An Urgent Call for Action: Committee Report on Social Media, Misinformation and Harmful Algorithms

11 July 2025

The latest report from the Science, Innovation and Technology Committee confirms what is now undeniable reality: the Online Safety Act, in its current form, does not go far enough to address the spread of harmful misinformation. Full Fact welcomes the Committee’s findings and, like them, calls on the government to take urgent action.

The Committee’s findings

The report follows a detailed inquiry into the role social media played in the violent unrest that shook the UK in the summer of 2024. The catalyst was a horrific knife attack in Southport that claimed the lives of three young girls during a Taylor Swift-themed dance class. In the days and weeks that followed, misinformation spread unchecked across social media, inflaming tensions and fuelling violence.

The inquiry set out to uncover what role social media played in these riots and whether there are enough safeguards in place to prevent this happening again. The Committee’s conclusion is clear: 

“The Online Safety Act was not designed to tackle misinformation—we heard that even if it had been fully implemented, it would have made little difference to the spread of misleading content that drove violence and hate in summer 2024.”

Science, Innovation and Technology Committee

The Committee places a heavy duty on platforms to take more responsibility. It recommends that companies work closely with independent fact checkers to identify and deprioritise misleading content, and that they put in place clear crisis protocols to prevent repeat scenarios like Southport.

These are steps Full Fact has long advocated for. We echo the Committee’s call for platforms to continue working with fact checkers as a vital way to combat misinformation. 

The report also takes a firm stance on the risks posed by generative AI. It urges the government to take action in bringing forward legislation to tackle AI-generated misinformation. This aligns with Full Fact’s own warnings in our 2025 annual report: unless the UK sets out clear rules for AI now, it risks falling behind - reacting to harms after the fact rather than anticipating them.

Full Fact’s Recommendations

Full Fact submitted two pieces of written evidence to the inquiry, including insights from our work following the Southport tragedy, where our fact checkers played a crucial role in addressing false claims that spread rapidly online.

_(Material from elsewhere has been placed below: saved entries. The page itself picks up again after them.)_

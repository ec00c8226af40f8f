// `sheetmill batch`: render the sheets of a project's tile index (see batch/batch_command.hpp).
#include <memory>

#include "app/commands.hpp"
#include "app/option_checks.hpp"
#include "sheetmill/batch/batch_command.hpp"
#include "sheetmill/batch/option_values.hpp"
#include "sheetmill/core/error.hpp"

namespace sheetmill::app {

namespace {
struct BatchOptions {
  std::string project;
  std::string output_dir;
  int workers = 0;
  std::string sheets;
  std::string where;
  std::string bbox;
  std::string shard;
  std::string single_file;
  std::string progress = "auto";
  bool force = false;
  bool list = false;
  bool wait = false;
};
}  // namespace

void add_batch_command(CLI::App& app, Action& action, const GlobalOptions&) {
  auto opt = std::make_shared<BatchOptions>();
  CLI::App* cmd = app.add_subcommand(
      "batch", "Render every selected sheet of the project's tile index, in parallel; resumable");
  cmd->add_option("project", opt->project, "Project file")->required();
  cmd->add_option("-o,--output-dir", opt->output_dir,
                  "Folder for the sheets, stamps and report (default: sheets/ beside the project)");
  cmd->add_option("-j,--workers", opt->workers, "Worker processes (default: every usable CPU)")
      ->check(whole_number_from(0, "a number of workers"))
      ->type_name("N");
  auto* sheets = cmd->add_option("--sheets", opt->sheets, "Only these sheet IDs: ID,ID,...");
  auto* where = cmd->add_option("--where", opt->where, "Only sheets whose FIELD=VALUE");
  auto* bbox = cmd->add_option("--bbox", opt->bbox,
                               "Only sheets meeting minx,miny,maxx,maxy (tile index CRS)");
  sheets->excludes(where)->excludes(bbox);
  where->excludes(bbox);
  cmd->add_option("--shard", opt->shard,
                  "Render share K of N (0-based), or auto/N to take K from the job array index");
  cmd->add_option("--single-file", opt->single_file,
                  "Also merge the sheets, in index order, into this one multi-page PDF");
  cmd->add_option("--progress", opt->progress, "auto, bar, lines or none")
      ->check(one_of({"auto", "bar", "lines", "none"}))
      ->type_name("HOW")
      ->capture_default_str();
  cmd->add_flag("--force", opt->force, "Render even the sheets that are up to date");
  cmd->add_flag("--wait", opt->wait,
                "When another batch is writing to the output folder, wait for it to end");
  cmd->add_flag("--list", opt->list, "List the selected sheets and whether each is up to date");
  cmd->callback([opt, &action] {
    action = [opt] {
      batch::BatchRequest req;
      req.project = opt->project;
      req.output_dir = opt->output_dir;
      req.workers = opt->workers;
      req.force = opt->force;
      req.list_only = opt->list;
      req.wait_for_lock = opt->wait;
      req.merged_pdf = opt->single_file;
      if (!opt->shard.empty()) req.shard = opt->shard;
      if (!opt->sheets.empty()) req.selection.ids = batch::split_list(opt->sheets);
      if (!opt->where.empty()) {
        auto eq = opt->where.find('=');
        if (eq == std::string::npos || eq == 0) {
          throw_input_error("--where", "expected FIELD=VALUE, got \"" + opt->where + "\"");
        }
        req.selection.field = opt->where.substr(0, eq);
        req.selection.value = opt->where.substr(eq + 1);
      }
      if (!opt->bbox.empty()) req.selection.box = batch::parse_box(opt->bbox, "--bbox");
      req.progress = opt->progress == "bar"     ? batch::ProgressMode::bar
                     : opt->progress == "lines" ? batch::ProgressMode::lines
                     : opt->progress == "none"  ? batch::ProgressMode::none
                                                : batch::ProgressMode::automatic;
      return batch::run_batch_command(req);
    };
  });
}

}  // namespace sheetmill::app
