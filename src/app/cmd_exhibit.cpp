// `sheetmill exhibit EXHIBIT.yaml -o OUT.pdf|OUT.png [--dpi N]`: a large shaded-relief exhibit
// (docs/exhibit.md). Thin: parses options and calls sheetmill::exhibit::render_exhibit().
#include <memory>
#include <optional>
#include <string>

#include "app/commands.hpp"
#include "app/option_checks.hpp"
#include "sheetmill/core/log.hpp"
#include "sheetmill/exhibit/exhibit_project.hpp"
#include "sheetmill/exhibit/render_exhibit.hpp"

namespace sheetmill::app {

namespace {
struct ExhibitArgs {
  std::string project;
  std::string output;
  std::optional<double> dpi;
};
}  // namespace

void add_exhibit_command(CLI::App& app, Action& action, const GlobalOptions&) {
  auto args = std::make_shared<ExhibitArgs>();
  CLI::App* cmd = app.add_subcommand(
      "exhibit", "Render a large shaded-relief exhibit (PDF, or PNG for slides and web pages)");
  cmd->add_option("project", args->project, "Exhibit project file (YAML)")
      ->required()
      ->type_name("FILE");
  cmd->add_option("-o,--output", args->output, "Output file: .pdf or .png")
      ->required()
      ->type_name("FILE");
  cmd->add_option("--dpi", args->dpi,
                  "PNG: image resolution (default 150); PDF: relief resolution (default: the "
                  "project's)")
      ->check(number_from(20, 1200, "a resolution", "dots per inch"))
      ->type_name("DPI");
  cmd->callback([args, &action] {
    action = [args] {
      exhibit::ExhibitProject project = exhibit::load_exhibit_project(args->project);
      exhibit::ExhibitOptions options;
      options.format = exhibit::format_for_path(args->output);
      if (options.format == exhibit::ExhibitFormat::png) {
        options.png_dpi = args->dpi.value_or(150);
      } else {
        options.relief_dpi = args->dpi;
      }
      exhibit::ExhibitReport r = exhibit::render_exhibit(project, args->output, options);
      log::info("wrote {} ({}, 1:{:.0f}) in {:.1f} s: relief {} x {} px in {} strips",
                r.output.string(), r.layout.paper_name, r.layout.frame.scale_denominator, r.seconds,
                r.relief_width_px, r.relief_height_px, r.relief_strips);
      return 0;
    };
  });
}

}  // namespace sheetmill::app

We made a number of recommendations in our evidence and have identified additional areas where the Online Safety Act could be enhanced: 

  1. Review the Online Safety Act: Once the Online Safety Act has been implemented as drafted, an urgent review should take place to assess whether the Act can effectively combat the level of harm present on social media. As Full Fact has outlined, both in the inquiry submissions and to the government directly, the harmful misinformation we’ve seen following the Southport attack is only the tip of the iceberg.
  2. Establish a crisis coordination framework: Ofcom should lead the development of a coordinated system for managing online misinformation during crises. This would bring together social media platforms, trusted organisations, and public officials to respond quickly and effectively to rapidly spreading false information. Since our submission, Ofcom has opened a consultation on this topic—focused on the narrower issue of how platforms should respond to crises involving certain illegal content—which we intend to fully engage with.
  3. Upgrade the Online Safety Act to tackle systemic risks: The Act should be amended to tackle the collective harms that misinformation can cause to society and democracy, in line with its original ambition. The European Union’s Digital Services Act provides a model: very large online platforms and search engines are required to assess and mitigate systemic risks stemming from their services. This includes negative effects on civic discourse, electoral processes and public security.

Many of these recommendations were echoed by the Chair of the Science, Innovation and Technology Committee, Chi Onwurah MP, in her essay for the 2025 Full Fact Report, published in May 2025.

Responsibility for the dissemination of online misinformation largely comes down to how quickly platforms respond to the rapidly emerging falsehoods they host. The 2024 riots exposed an urgent need for both effective crisis response protocols and a rethink of the Online Safety Act.

The government needs to step up and hold large online platforms accountable for their slowness to act in this regard, but also needs to take bolder steps to prioritise the fight against misinformation. 

The government must learn the lessons of Southport and take the recommendations of this report, and act on them, in order to build an online information environment that is safe, trustworthy, and fit for the future.